WTC Captive Insurance Co. had to cover third-party liability, marine, environmental liability and professional liability claims against the city and contractors arising from their activities during the debris removal. The captive would provide a $1 billion premium limit funded by FEMA, coverage for claims against the city by uniformed city workers, excess coverage for project-specific general liability coverage and marine coverage, and a single insurance policy for more than 140 insured entities, with a duration of up to 25 years, said LaSala.

The WTC Captive's duties now are to review claims tendered by insureds, to determine coverage and assign defense counsel, to manage and control the defense of more than 70 insureds in mass tort litigation involving more than 8,500 individual plaintiffs, and to manage the $1 billion premium from FEMA for preservation of capital and growth.

Plaintiffs have alleged that New York contractors and defendants with property interests at the site failed to provide a safe workplace, warn workers and provide adequate protection from the hazardous materials. Nearly 90 percent of complaints include allegation of respiratory impairment.

The operating structure of the captive company is a not-for-profit insurance company licensed by the state of New York, and is run by a board of directors appointed by the mayor. The WTC Captive is regulated by the New York State Insurance Department, and is overseen by FEMA and the New York State Emergency Management Office. A small professional staff run the day-to-day operations of the captive, with the help of advisors.

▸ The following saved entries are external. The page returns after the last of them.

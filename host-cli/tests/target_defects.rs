//! Every way in which a target line can be wrong is told with file, line, field and reason, and
//! the other lines are still answered.

mod common;

use common::Folder;
use serde_json::Value;

const MACHINE: &str = r#"
[[joint]]
name = "a"
kind = "revolute"
[[tip]]
name = "end"
xyz = [1, 0, 0]
"#;

const SOUND: &str =
    r#"{"id":"t","tip":"end","xyz":[1,0,0],"xyz_within":1,"quat":[1,0,0,0],"turn_within":4}"#;

/// The line `text` between two sound ones is told to have `field` wrong for `reason`.
fn assert_told(name: &str, text: impl AsRef<[u8]>, id: &str, field: &str, reason: &str) {
    let lines = [SOUND.as_bytes(), text.as_ref(), SOUND.as_bytes()].join(&b'\n');
    let folder = Folder::new(&format!("target_{name}"));
    let folder = folder.with("m.toml", MACHINE).with("t.jsonl", lines);
    let run = folder.run(&["decide", "m.toml", "t.jsonl", "--json"]);
    let path = if field.is_empty() {
        String::new()
    } else {
        format!("{field}: ")
    };
    assert_eq!(run.err, format!("t.jsonl:2: {path}{reason}\n"), "{name}");
    assert_eq!(run.status, 4, "{name}");
    let rows: Vec<Value> = run
        .out
        .lines()
        .map(|row| serde_json::from_str(row).unwrap())
        .collect();
    let verdicts: Vec<&str> = rows
        .iter()
        .map(|row| row["verdict"].as_str().unwrap())
        .collect();
    assert_eq!(verdicts, ["reachable", "error", "reachable"], "{name}");
    let row = &rows[1];
    assert_eq!(row["schema"], 1, "{name}");
    assert_eq!(
        (row["id"].as_str(), row["line"].as_u64()),
        (Some(id), Some(2)),
        "{name}"
    );
    assert_eq!(row["field"].as_str().unwrap_or_default(), field, "{name}");
    assert_eq!(
        (row["file"].as_str(), row["reason"].as_str()),
        (Some("t.jsonl"), Some(reason))
    );
}

/// One test a case: a piece of the sound line, what stands there instead, the field, the reason;
/// `$id` is the id that is told.
macro_rules! cases {
    ($id:expr; $($name:ident: $from:expr => $to:expr, $field:expr, $reason:expr;)*) => {$(
        #[test]
        fn $name() {
            assert!(SOUND.contains($from), "{:?} is not in the sound line", $from);
            assert_told(stringify!($name), SOUND.replacen($from, $to, 1), $id, $field, $reason);
        }
    )*};
}

const QUAT: &str = r#""quat":[1,0,0,0]"#;
const WITHIN: &str = r#","turn_within":4"#;
const AXIS: &str = r#""axis":{"tip":[0,0,1],"base":[0,0,1],"within":1}"#;

cases! { "t";
    unknown_field: "\"tip\"" => "\"tool\"", "tool",
        "unknown field; known here: id, tip, xyz, xyz_within, quat, rotation, rpy, rpy_deg, \
         turn_within, turn_within_deg, axis";
    unknown_tip: "\"end\"" => "\"hand\"", "tip", "no tip is named \"hand\"; known: end";
    tip_not_a_text: "\"end\"" => "null", "tip", "expected a text, found null";
    no_position: "\"xyz\":[1,0,0]," => "", "xyz", "missing";
    position_of_two: "[1,0,0],\"xyz_within\"" => "[1,0],\"xyz_within\"", "xyz",
        "expected 3 items, found 2";
    position_of_texts: "[1,0,0],\"xyz_within\"" => "[1,0,\"0\"],\"xyz_within\"", "xyz[2]",
        "expected a number, found a text";
    no_box: "\"xyz_within\":1," => "", "xyz_within", "missing";
    negative_box: "\"xyz_within\":1" => "\"xyz_within\":-1", "xyz_within", "-1 is negative";
    negative_side: "\"xyz_within\":1" => "\"xyz_within\":[1,-2,1]", "xyz_within[1]",
        "-2 is negative";
    box_of_two: "\"xyz_within\":1" => "\"xyz_within\":[1,2]", "xyz_within",
        "expected 3 items, found 2";
    long_quaternion: "[1,0,0,0]" => "[1.0011,0,0,0]", "quat", "has norm 1.0011, not 1 within 0.001";
    zero_quaternion: "[1,0,0,0]" => "[0,0,0,0]", "quat", "has norm 0, not 1 within 0.001";
    huge_quaternion: "[1,0,0,0]" => "[1e300,0,0,0]", "quat", "has norm inf, not 1 within 0.001";
    quaternion_of_three: "[1,0,0,0]" => "[0,0,0]", "quat", "expected 4 items, found 3";
    skew_rotation: QUAT => "\"rotation\":[1,0.01,0,0,1,0,0,0,1]", "rotation",
        "is not a rotation: not orthonormal within 0.001";
    singular_rotation: QUAT => "\"rotation\":[1,0,0,1,0,0,0,0,1]", "rotation",
        "is not a rotation: not orthonormal within 0.001";
    huge_rotation: QUAT => "\"rotation\":[1e300,0,0,0,1e300,0,0,0,1e300]", "rotation",
        "is not a rotation: not orthonormal within 0.001";
    reflection: QUAT => "\"rotation\":[1,0,0,0,1,0,0,0,-1]", "rotation",
        "is a reflection, not a rotation";
    nested_rotation: QUAT => "\"rotation\":[[1,0,0],[0,1,0],[0,0,1]]", "rotation",
        "expected 9 items, found 3";
    two_orientations: QUAT => "\"quat\":[1,0,0,0],\"rpy\":[0,0,0]", "rpy",
        "cannot be given together with quat";
    orientation_and_axis: QUAT => &format!("{QUAT},{AXIS}"), "axis",
        "cannot be given together with quat";
    no_turn: WITHIN => "", "turn_within", "missing: an orientation needs turn_within";
    negative_turn: WITHIN => ",\"turn_within_deg\":-4", "turn_within_deg", "-4 is negative";
    turn_twice: WITHIN => ",\"turn_within\":4,\"turn_within_deg\":4", "turn_within_deg",
        "cannot be given together with turn_within";
    turn_without_an_orientation: &format!("{QUAT},") => "", "turn_within",
        "given without an orientation";
    turn_with_an_axis: QUAT => AXIS, "turn_within", "an axis has its own within";
    zero_axis: &format!("{QUAT}{WITHIN}") => &AXIS.replacen("[0,0,1]", "[0,0,0]", 1), "axis.tip",
        "a direction cannot be zero";
    axis_without_an_angle: &format!("{QUAT}{WITHIN}") => &AXIS.replace(",\"within\":1", ""),
        "axis.within", "missing";
    axis_without_a_direction: &format!("{QUAT}{WITHIN}") => &AXIS.replace("\"base\":[0,0,1],", ""),
        "axis.base", "missing";
    negative_cone: &format!("{QUAT}{WITHIN}") => &AXIS.replace("within\":1", "within_deg\":-1"),
        "axis.within_deg", "-1 is negative";
    second_axis_wrong: &format!("{QUAT}{WITHIN}") =>
        "\"axis\":[{\"tip\":[0,0,1],\"base\":[0,0,1],\"within\":1},{\"tip\":[0,0,1]}]",
        "axis[1].base", "missing";
    no_axes: &format!("{QUAT}{WITHIN}") => "\"axis\":[]", "axis", "has no axes";
}

// Where the line is not JSON, its id is not known.
cases! { "2";
    infinite_number: "\"turn_within\":4" => "\"turn_within\":1e999", "turn_within",
        "1e999 is not a finite number";
    negative_infinite_number: "[1,0,0],\"xyz_within\"" => "[1,-1e999,0],\"xyz_within\"", "xyz",
        "-1e999 is not a finite number";
    word_for_no_number: "\"turn_within\":4" => "\"turn_within\": NaN", "turn_within",
        "NaN is not a finite number";
    word_for_infinity: "[1,0,0,0]" => "[1,0,-Infinity,0]", "quat",
        "-Infinity is not a finite number";
    unquoted_word: "\"end\"" => "end", "tip", "not a JSON object: expected value (column 17)";
    field_twice: WITHIN => ",\"turn_within\":4,\"turn_within\":4", "turn_within",
        "not a JSON object: field \"turn_within\" is given twice (column 100)";
}

const BROKEN: &str = "not a JSON object: ";

#[test]
fn id_not_a_text() {
    assert_told(
        "id",
        SOUND.replace("\"t\"", "7"),
        "2",
        "id",
        "expected a text, found a number",
    );
}

#[test]
fn too_many_axes() {
    let cone = r#"{"tip":[0,0,1],"base":[0,0,1],"within":1}"#;
    let axes = format!("\"axis\":[{}]", [cone; 9].join(","));
    let text = SOUND.replace(&format!("{QUAT}{WITHIN}"), &axes);
    let most = balk::read::MAX_CONES;
    assert_told(
        "axes",
        text,
        "t",
        "axis",
        &format!("has 9 axes, more than {most}"),
    );
}

#[test]
fn lines_that_are_not_json() {
    let lines = [
        ("", "[1,2]", "expected a table, found a list".to_owned()),
        (
            "id",
            "{\"id\":",
            format!("{BROKEN}EOF while parsing a value (column 6)"),
        ),
        (
            "",
            "{} {}",
            format!("{BROKEN}trailing characters (column 4)"),
        ),
    ];
    for (k, (field, text, reason)) in lines.iter().enumerate() {
        assert_told(&format!("not_json_{k}"), text, "2", field, reason);
    }
}

#[test]
fn line_broken_inside_a_character() {
    let text = "{\"id\":\"\u{e9}\",\u{e9}}";
    let reason = format!("{BROKEN}key must be a string (column 12)");
    assert_told("character", text, "2", "id", &reason);
}

#[test]
fn binary_line() {
    assert_told(
        "binary",
        [b'{', 0xff, 0xfe, 0],
        "2",
        "",
        "not UTF-8 at byte 2",
    );
}

#[test]
fn deep_line() {
    let reason = format!("{BROKEN}recursion limit exceeded (column 128)");
    assert_told("deep", "[".repeat(60_000), "2", "", &reason);
}

#[test]
fn endless_line() {
    let long = format!("{{\"id\":\"{}\"}}", "x".repeat(1 << 20));
    assert_told("endless", long, "2", "", "longer than 65536 bytes");
}

#[test]
fn a_tip_must_be_named_when_there_are_two() {
    let machine = format!("{MACHINE}\n[[tip]]\nname = \"eye\"\n");
    let folder = Folder::new("two_tips").with("m.toml", machine);
    let line = SOUND.replace("\"tip\":\"end\",", "");
    let run = folder.run_with(&["screen", "m.toml", "-"], &line);
    assert_eq!(run.err, "<stdin>:1: tip: missing: the machine has 2 tips\n");
    assert_eq!(run.status, 4);
}
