//! `balk decide --proofs` and `balk check` from outside.

mod common;

use common::Folder;
use serde_json::Value;

const ORCHARD: &str = include_str!("../demo/orchard.toml");
const CAMERA: &str = include_str!("../demo/camera.jsonl");

/// A folder with the machine, the camera's first targets and the proofs of the unreachable ones.
fn folder(name: &str, text: bool) -> (Folder, Vec<Value>) {
    let targets: Vec<&str> = CAMERA.lines().take(16).collect();
    let folder = Folder::new(name)
        .with("m.toml", ORCHARD)
        .with("t.jsonl", targets.join("\n"));
    let mut arguments = vec![
        "decide", "m.toml", "t.jsonl", "--json", "--proofs", "proofs",
    ];
    if text {
        arguments.push("--text");
    }
    let run = folder.run(&arguments);
    assert_eq!((run.status, run.err.as_str()), (1, ""));
    let rows = run
        .out
        .lines()
        .map(|line| serde_json::from_str(line).unwrap());
    (folder, rows.collect())
}

fn files(rows: &[Value]) -> Vec<&str> {
    rows.iter()
        .filter_map(|row| row["proof_file"].as_str())
        .collect()
}

fn check<'a>(files: &[&'a str], more: &[&'a str]) -> Vec<&'a str> {
    let mut arguments = vec!["check"];
    arguments.extend(files);
    arguments.extend(["--machine", "m.toml", "--targets", "t.jsonl"]);
    arguments.extend(more);
    arguments
}

#[test]
fn every_unreachable_target_has_a_valid_proof_in_both_forms() {
    for (name, text) in [("proofs_bytes", false), ("proofs_text", true)] {
        let (folder, rows) = folder(name, text);
        let unreachable = rows
            .iter()
            .filter(|row| row["verdict"] == "unreachable")
            .count();
        let files = files(&rows);
        assert!(unreachable > 3);
        assert_eq!(files.len(), unreachable);
        let run = folder.run(&check(&files, &["--json"]));
        assert_eq!((run.status, run.err.as_str()), (0, ""));
        for (line, file) in run.out.lines().zip(&files) {
            let row: Value = serde_json::from_str(line).unwrap();
            assert_eq!(row["verdict"], "valid");
            assert_eq!(row["schema"], 1);
            assert_eq!(row["file"], *file);
            assert!(row["steps"].as_u64().unwrap() > 0);
        }
    }
}

#[test]
fn a_proof_is_of_one_machine_and_one_target() {
    let (folder, rows) = folder("proofs_binding", false);
    let files = files(&rows);
    let id = rows
        .iter()
        .find(|row| row["proof_file"] == files[0])
        .unwrap()["id"]
        .clone();
    let wider = CAMERA.replacen("\"xyz_within\":0.00", "\"xyz_within\":0.01", 16);
    let others: Vec<&str> = CAMERA
        .lines()
        .filter(|l| !l.contains(id.as_str().unwrap()))
        .collect();
    let folder = folder
        .with("longer.toml", ORCHARD.replacen("0.62", "0.63", 1))
        .with(
            "looser.toml",
            ORCHARD.replacen("xyz = 0.0001", "xyz = 0.0002", 1),
        )
        .with("wider.jsonl", &wider)
        .with("others.jsonl", others.join("\n"));
    assert_ne!(wider, CAMERA);
    let run = |machine: &'static str, targets: &'static str| {
        folder.run(&[
            "check",
            files[0],
            "--machine",
            machine,
            "--targets",
            targets,
            "--quiet",
        ])
    };
    for (machine, targets, reason) in [
        ("longer.toml", "t.jsonl", "the proof is of another machine"),
        ("looser.toml", "t.jsonl", "the proof is of another machine"),
        ("m.toml", "wider.jsonl", "the proof is of another target"),
        ("m.toml", "others.jsonl", "which others.jsonl does not name"),
    ] {
        let run = run(machine, targets);
        assert_eq!(run.status, 1, "{machine} {targets}");
        assert!(run.out.starts_with("invalid  "), "{}", run.out);
        assert!(run.out.contains(reason), "{}", run.out);
    }
}

#[test]
fn what_is_no_proof_is_an_error() {
    let (folder, rows) = folder("proofs_damaged", true);
    let file = files(&rows)[0];
    let folder = folder
        .with("no.proof", "balk?")
        .with("cut.txt", "balk-proof 1\nmachine 00\n");
    let run = folder.run(&check(
        &[file, "no.proof", "cut.txt", "absent"],
        &["--quiet"],
    ));
    assert_eq!(run.status, 4);
    let words: Vec<&str> = run
        .out
        .lines()
        .map(|l| l.split(' ').next().unwrap())
        .collect();
    assert_eq!(words, ["valid", "error", "error", "error"]);
}

#[test]
fn the_first_bad_step_is_named() {
    let (folder, rows) = folder("proofs_bad_step", true);
    let path = std::path::Path::new(env!("CARGO_TARGET_TMPDIR")).join("proofs_bad_step");
    let text = std::fs::read_to_string(path.join(files(&rows)[0])).unwrap();
    let first = text.lines().find(|line| line.starts_with("step ")).unwrap();
    let quantity = first.split(' ').nth(1).unwrap();
    let rule = first.split(" by ").nth(1).unwrap();
    let forged = text.replacen(first, &format!("step {quantity} none by {rule}"), 1);
    let folder = folder.with("forged.txt", forged);
    let run = folder.run(&check(&["forged.txt"], &["--quiet"]));
    assert_eq!(run.status, 1);
    assert!(run.out.contains("item 0, `step "), "{}", run.out);
    assert!(run.out.contains("only this follows"), "{}", run.out);
}

#[test]
fn a_folder_that_cannot_be_made_is_a_fault() {
    let folder = Folder::new("proofs_no_folder")
        .with("m.toml", ORCHARD)
        .with("t.jsonl", CAMERA.lines().next().unwrap())
        .with("taken", "");
    let run = folder.run(&["decide", "m.toml", "t.jsonl", "--proofs", "taken/below"]);
    assert_eq!(run.status, 5);
    assert!(run.err.starts_with("taken/below: "), "{}", run.err);
}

Once the fund is depleted, it will not be replenished and the company will be shut down. "In many ways we are like a company in runoff," said LaSala. At of the end of 2006, the fund had a little more than $1 billion to pay claims. LaSala said the fund was unique to the Sept. 11, 2001, events affecting the World Trade Center. No such fund has been set up to cover the debris removal from the attack on the Pentagon, or the remains of United Airlines Flight 93, which crashed in Pennsylvania.

So far the WTC Captive has paid just one claim. "It was a claim that the circumstances of which were fully known," said LaSala. "It was a nonrespiratory claim. It was a broken finger claim, to be exact, paid in the fall of 2004."

LaSala, a former broker who came out of retirement to help manage the company, said that one of the lessons of the WTC Captive is that it raises questions about whether the courts are the most efficient way to resolve debris removal claims or whether the nation is better off settling claims outside the court system.

Their issue, she said, is important because it has a bearing on whether the private sector will be as eager and willing to respond to a similar calamity in the future.

Asked if there was any cap in terms of the payout should the payouts exceed the amount available to pay claims, LaSala said the captive's resources were "only for the amount in its experience account balance."

Once the fund is exhausted, that's it. "It has obligations only for the amount in its experience account balance," she said. "It has no obligations beyond that."